A Brampton man has pleaded guilty in a major U.S. drug trafficking case after American authorities said he led a cross-border criminal network that moved more than 850 kilograms of methamphetamine and cocaine from the United States into Canada, with the seized narcotics estimated to be worth as much as $17 million.
Guramrit Sidhu, 62, a Canadian national from Brampton, Ont., entered a guilty plea to one count of engaging in a continuing criminal enterprise, according to a news release issued by the FBI in Los Angeles.
U.S. authorities allege Sidhu led the organization from September 2020 to February 2023, overseeing the purchase and movement of bulk quantities of cocaine and methamphetamine in the United States before arranging for the drugs to be transported into Canada for further distribution.
Court records cited in the plea agreement show the operation intensified during a roughly one-month period between Sept. 13, 2022, and Oct. 24, 2022. During that time, investigators seized eight separate drug loads linked to the organization, totaling about 523 kilograms of methamphetamine and 347 kilograms of cocaine.
Those shipments, all intercepted by law enforcement, carried an estimated wholesale value of between $15 million and $17 million.
American investigators said Sidhu used long-haul semi-trucks to move the narcotics across the border. He also allegedly supplied couriers with telephone numbers and serial numbers from currency bills, which were used as identification tokens during handoffs tied to the transport and delivery of the drugs.
Authorities said Sidhu and his co-conspirators later retrieved the shipments from locations in Canada and prepared them for broader distribution.
Sidhu was first named as the lead defendant in a 23-count federal indictment unsealed in January 2024. He has remained in U.S. federal custody since October 2024, when he was extradited from Canada.
He is scheduled to be sentenced on July 9 before United States District Judge John A. Kronstadt. Under U.S. law, Sidhu faces a mandatory minimum sentence of 20 years in federal prison and could receive a life sentence.

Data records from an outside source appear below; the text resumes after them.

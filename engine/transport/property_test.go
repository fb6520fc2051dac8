package transport

import (
	"math"
	"math/rand/v2"
	"testing"
)

// randomInput draws a valid input from the ranges of the screening use
// (published FO membrane ranges, e.g. Coday et al. 2013, widened): A 0.1–10 LMH/bar, B 0.01–5 LMH,
// S 50–3000 µm, draw 0.01–5 mol/L with a non-linear π, k 1e-6–1e-3 m/s or
// none, ΔP 0–50 bar, and a feed that is pure water, the draw solute, or a
// second solute, with π_F from 0 to 95 % of π_D.
func randomInput(rng *rand.Rand, in *Input, sp *[2]Species) {
	logU := func(lo, hi float64) float64 { return lo * math.Pow(hi/lo, rng.Float64()) }
	kOf := func() float64 {
		if rng.IntN(4) == 0 {
			return math.Inf(1)
		}
		return logU(1e-6, 1e-3)
	}
	in.AMPerSPa = logU(0.1, 10) * lmhb
	in.SM = logU(50, 3000) * um
	in.Orientation = Orientation(rng.IntN(2))
	in.DeltaPPa = 0
	if rng.IntN(3) != 0 {
		in.DeltaPPa = 50 * bar * rng.Float64()
	}
	in.KDrawMPerS, in.KFeedMPerS = kOf(), kOf()
	nuD := []float64{2, 3}[rng.IntN(2)]
	cD := logU(10, 5000)
	piDb, _ := nonlinear(nuD)(cD)
	sp[0] = Species{Name: "draw", DrawBulkMolPerM3: cD, BMPerS: logU(0.01, 5) * lmh,
		DM2PerS: logU(0.5e-9, 2e-9), Pi: nonlinear(nuD)}
	in.Species = sp[:1]
	frac := 0.95 * rng.Float64() // target π_F/π_D
	switch rng.IntN(3) {
	case 0: // pure water
	case 1: // draw solute in the feed: solve π(c) = frac·π_D by bisection
		sp[0].FeedBulkMolPerM3 = invertPi(nonlinear(nuD), frac*piDb, cD)
	case 2: // a second solute in the feed (sometimes also a little in the draw)
		nuF := []float64{2, 3}[rng.IntN(2)]
		piF := nonlinear(nuF)
		if rng.IntN(2) == 0 {
			piF = vantHoff(nuF)
		}
		cF := invertPi(piF, frac*piDb, 1e5)
		sp[1] = Species{Name: "feed", FeedBulkMolPerM3: cF, BMPerS: logU(0.01, 5) * lmh,
			DM2PerS: logU(0.5e-9, 2e-9), Pi: piF}
		if rng.IntN(4) == 0 {
			sp[1].DrawBulkMolPerM3 = 0.1 * cF * rng.Float64()
		}
		in.Species = sp[:2]
	}
}

// invertPi returns c in [0, hi] with pi(c) = target (bisection; pi monotone).
func invertPi(pi OsmoticFunc, target, hi float64) float64 {
	lo := 0.0
	for i := 0; i < 200 && hi-lo > 1e-12*hi; i++ {
		m := 0.5 * (lo + hi)
		if p, _ := pi(m); p < target {
			lo = m
		} else {
			hi = m
		}
	}
	return 0.5 * (lo + hi)
}

// Robustness property: every valid input converges to a relative residual
// below 1e-9, with finite results, and the reported state closes the water
// balance Jw = A·(π_d − π_f − ΔP) recomputed from the reported faces and the
// solute balance N = B·(c_f − c_d). 100 000 cases (10 000 with -short).
func TestRobustnessRandom(t *testing.T) {
	n := 100000
	if testing.Short() {
		n = 10000
	}
	rng := rand.New(rand.NewPCG(20240601, 7))
	var in Input
	var sp [2]Species
	var r Result
	maxIt, maxEval, sumEval, negative := 0, 0, 0, 0
	worst := 0.0
	for i := 0; i < n; i++ {
		randomInput(rng, &in, &sp)
		if err := SolveInto(&in, &r); err != nil {
			t.Fatalf("case %d: %v\ninput %+v %+v", i, err, in, in.Species)
		}
		vals := []float64{r.JwMPerS, r.JsMolPerM2S, r.PiFeedFacePa, r.PiDrawFacePa, r.PiFeedBulkPa, r.PiDrawBulkPa, r.Stats.Residual}
		for _, s := range r.Species {
			vals = append(vals, s.FluxMolPerM2S, s.FeedFaceMolPerM3, s.DrawFaceMolPerM3, s.SupportInterfaceMolPerM3)
		}
		for _, v := range vals {
			if !finite(v) {
				t.Fatalf("case %d: non-finite value in %+v", i, r)
			}
		}
		if r.Stats.Residual > 1e-9 {
			t.Fatalf("case %d: residual %g\ninput %+v %+v", i, r.Stats.Residual, in, in.Species)
		}
		// Independent closure check from the reported faces.
		var piD, piF float64
		for j, s := range r.Species {
			pd, _ := in.Species[j].Pi(s.DrawFaceMolPerM3)
			pf, _ := in.Species[j].Pi(s.FeedFaceMolPerM3)
			piD += pd
			piF += pf
			want := in.Species[j].BMPerS * (s.FeedFaceMolPerM3 - s.DrawFaceMolPerM3)
			cmax := math.Max(math.Max(s.FeedFaceMolPerM3, s.DrawFaceMolPerM3), math.Max(in.Species[j].DrawBulkMolPerM3, in.Species[j].FeedBulkMolPerM3))
			if math.Abs(s.FluxMolPerM2S-want) > 1e-12*in.Species[j].BMPerS*cmax {
				t.Fatalf("case %d species %d: N = %g, B·Δc = %g", i, j, s.FluxMolPerM2S, want)
			}
		}
		scale := in.AMPerSPa * (r.PiDrawBulkPa + r.PiFeedBulkPa + math.Abs(in.DeltaPPa))
		res := math.Abs(in.AMPerSPa*(piD-piF-in.DeltaPPa)-r.JwMPerS) / scale
		if res > 1e-9 {
			t.Fatalf("case %d: closure residual %g", i, res)
		}
		worst = math.Max(worst, r.Stats.Residual)
		maxIt = max(maxIt, r.Stats.Iterations)
		maxEval = max(maxEval, r.Stats.Evaluations)
		sumEval += r.Stats.Evaluations
		if r.JwMPerS < 0 {
			negative++
		}
	}
	t.Logf("%d cases (%d with Jw < 0): max iterations %d, max evaluations %d, mean evaluations %.2f, worst residual %.3g",
		n, negative, maxIt, maxEval, float64(sumEval)/float64(n), worst)
}

// The residual is strictly decreasing in Jw (the uniqueness argument in
// solver.go), sampled on a wide grid for random inputs.
func TestResidualMonotone(t *testing.T) {
	n := 2000
	if testing.Short() {
		n = 300
	}
	rng := rand.New(rand.NewPCG(99, 1))
	var in Input
	var sp [2]Species
	for i := 0; i < n; i++ {
		randomInput(rng, &in, &sp)
		var s solver
		s.setup(&in)
		scale := in.AMPerSPa * 600 * bar
		prev := math.Inf(1)
		for k := -200; k <= 200; k++ {
			j := scale * float64(k) / 100 // ±2 × a generous flux scale
			f, df := s.eval(j)
			if !finite(f) || !finite(df) {
				t.Fatalf("case %d: f(%g) = %g, f′ = %g", i, j, f, df)
			}
			if !(f < prev) {
				t.Fatalf("case %d: f not decreasing at J = %g: %g after %g\n%+v %+v", i, j, f, prev, in, in.Species)
			}
			prev = f
		}
	}
}
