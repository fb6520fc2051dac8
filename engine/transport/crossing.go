package transport

import (
	"fmt"
	"strings"

	"drawsift/engine/warn"
)

// CrossingWarnings explains results that leave their usual range because
// solute moves from the feed into the draw (a feed solute, or the draw
// solute where the feed holds it at a higher concentration at the
// membrane), or because the driving force at the active layer differs in
// sign from the bulk one:
//
//   - flux efficiency above 1: solute entering the draw side raises π at
//     the draw face of the active layer above the bulk draw's, so the
//     local driving force exceeds the bulk difference, and Jw/(A·Δπ_bulk)
//     is then no efficiency;
//   - a negative specific reverse solute flux: the draw solute moves from
//     feed to draw (or water flows backwards), so the draw gains solute;
//   - reverse flow although the bulk draw's π exceeds the feed's: the
//     hydraulic pressure, or polarization and crossing solute, reverse the
//     driving force at the membrane; and forward flow although the bulk
//     feed's π (with ΔP) exceeds the draw's, for the same reason.
//
// in and res are the problem and its solution; drawID names the draw
// solute and netLoss is its net flux toward the feed (mol m⁻² s⁻¹; for
// a single draw species, res.JsMolPerM2S).
func CrossingWarnings(in *Input, res *Result, drawID string, netLoss float64) []warn.Warning {
	var w []warn.Warning
	bar := func(pa float64) float64 { return pa / 1e5 } // 1 bar = 10⁵ Pa (exact)
	// Species moving feed → draw, by name.
	crossing := make([]string, 0, len(res.Species))
	for i, s := range res.Species {
		if s.FluxMolPerM2S > 0 && i < len(in.Species) {
			crossing = append(crossing, in.Species[i].Name)
		}
	}
	who := "solute"
	if len(crossing) > 0 {
		who = strings.Join(crossing, " and ")
	}
	if eff := res.FluxEfficiency(in.AMPerSPa, in.DeltaPPa); eff > 1+1e-9 {
		why := fmt.Sprintf("%s crosses from the feed into the draw side and raises the osmotic pressure at the draw face of the active layer (%.4g bar) above the bulk draw's (%.4g bar)", who, bar(res.PiDrawFacePa), bar(res.PiDrawBulkPa))
		if len(crossing) == 0 {
			why = fmt.Sprintf("the driving force across the active layer (%.4g bar) exceeds the bulk difference (%.4g bar)", bar(res.PiDrawFacePa-res.PiFeedFacePa-in.DeltaPPa), bar(res.PiDrawBulkPa-res.PiFeedBulkPa-in.DeltaPPa))
		}
		w = append(w, warn.New(warn.FeedToDraw, "flux_efficiency", "flux_efficiency %.3g is above 1: %s, so the ratio of Jw to A·Δπ(bulk) is no efficiency here", eff, why))
	}
	if res.JwMPerS != 0 && netLoss/res.JwMPerS < 0 {
		if netLoss < 0 {
			what := drawID
			if n := in.Species[0].Name; n != "" && n != drawID {
				what = fmt.Sprintf("%s (%s)", drawID, n)
			}
			w = append(w, warn.New(warn.FeedToDraw, drawID, "specific reverse solute flux is negative: %s moves from the feed into the draw (%.4g mol/L at the feed face of the active layer against %.4g mol/L at the draw face), so the draw gains solute instead of losing it",
				what, res.Species[0].FeedFaceMolPerM3/1000, res.Species[0].DrawFaceMolPerM3/1000))
		} else {
			w = append(w, warn.New(warn.ReverseFlow, drawID, "specific reverse solute flux is negative because water flows from draw to feed while %s still moves from draw to feed", drawID))
		}
	}
	if bulk := res.PiDrawBulkPa - res.PiFeedBulkPa; res.JwMPerS < 0 && bulk > 0 {
		if in.DeltaPPa >= bulk {
			w = append(w, warn.New(warn.ReverseFlow, "delta_p_bar", "reverse flow although the bulk draw's osmotic pressure exceeds the feed's by %.4g bar: the hydraulic pressure on the draw side (%.4g bar) is larger", bar(bulk), bar(in.DeltaPPa)))
		} else {
			w = append(w, warn.New(warn.ReverseFlow, "", "reverse flow although the bulk draw's osmotic pressure exceeds the feed's by %.4g bar: concentration polarization and %s crossing the membrane leave %.4g bar at the feed face of the active layer against %.4g bar at the draw face (with ΔP %.4g bar)",
				bar(bulk), who, bar(res.PiFeedFacePa), bar(res.PiDrawFacePa), bar(in.DeltaPPa)))
		}
	}
	if drive := res.PiDrawBulkPa - res.PiFeedBulkPa - in.DeltaPPa; res.JwMPerS > 0 && drive < 0 {
		w = append(w, warn.New(warn.FeedToDraw, "flux_efficiency", "water flows from feed to draw although the bulk feed's osmotic pressure (with ΔP) exceeds the draw's by %.4g bar: %s crossing into the draw side leaves %.4g bar at the draw face of the active layer against %.4g bar at the feed face; the ratio of Jw to A·Δπ(bulk) is then no efficiency",
			bar(-drive), who, bar(res.PiDrawFacePa), bar(res.PiFeedFacePa)))
	}
	return w
}
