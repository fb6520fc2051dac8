package transport

import (
	"math"
	"math/rand/v2"
	"testing"
)

// expNeg against the standard library's math.Exp (the reference; the Go
// math package documents its error as < 1 ulp) over the whole range used.
func TestExpNeg(t *testing.T) {
	rng := rand.New(rand.NewPCG(3, 4))
	check := func(x float64) {
		got, want := expNeg(x), math.Exp(x)
		if want == 0 {
			if got != 0 {
				t.Fatalf("expNeg(%g) = %g, want 0", x, got)
			}
			return
		}
		// 4 ulp, and a relative bound for subnormal results
		if d := math.Abs(got - want); d > 4*(math.Nextafter(want, math.Inf(1))-want) && d > 1e-15*want {
			t.Fatalf("expNeg(%g) = %.17g, want %.17g", x, got, want)
		}
	}
	negZero := math.Copysign(0, -1) // the literal -0.0 is +0 in Go
	for _, x := range []float64{0, negZero, 1e-300, -1e-300, -1e-10, -0.3465, -0.3466, -1, -708.3, -709, -740, -745, -746, -1e6, math.Inf(-1)} {
		check(x)
	}
	// Signs: e^{±0} = 1 exactly, and an underflow is +0, never −0 (a −0
	// would flip the sign of a later division).
	for _, x := range []float64{0, negZero} {
		if got := expNeg(x); got != 1 {
			t.Errorf("expNeg(%v) = %v, want 1", x, got)
		}
	}
	for _, x := range []float64{-746, -1e6, math.Inf(-1)} {
		if got := expNeg(x); got != 0 || math.Signbit(got) {
			t.Errorf("expNeg(%v) = %v, want +0", x, got)
		}
	}
	if !math.Signbit(negZero) {
		t.Fatal("negZero is not negative zero")
	}
	for i := 0; i < 200000; i++ {
		check(-750 * rng.Float64() * rng.Float64())
	}
}

func BenchmarkExpNeg(b *testing.B) {
	x := -0.3
	for b.Loop() {
		sinkF += expNeg(x)
		x -= 1e-9
	}
}

func BenchmarkMathExp(b *testing.B) {
	x := -0.3
	for b.Loop() {
		sinkF += math.Exp(x)
		x -= 1e-9
	}
}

The FBI said Sidhu is the seventh defendant to plead guilty in the case. Other accused individuals have already been sentenced to prison terms ranging from 27 months to 108 months.
The investigation involved multiple agencies in the United States, Canada and Mexico, including the FBI, the Los Angeles Police Department, LA IMPACT, the RCMP, U.S. Customs and Border Protection, Homeland Security Investigations and the Drug Enforcement Administration.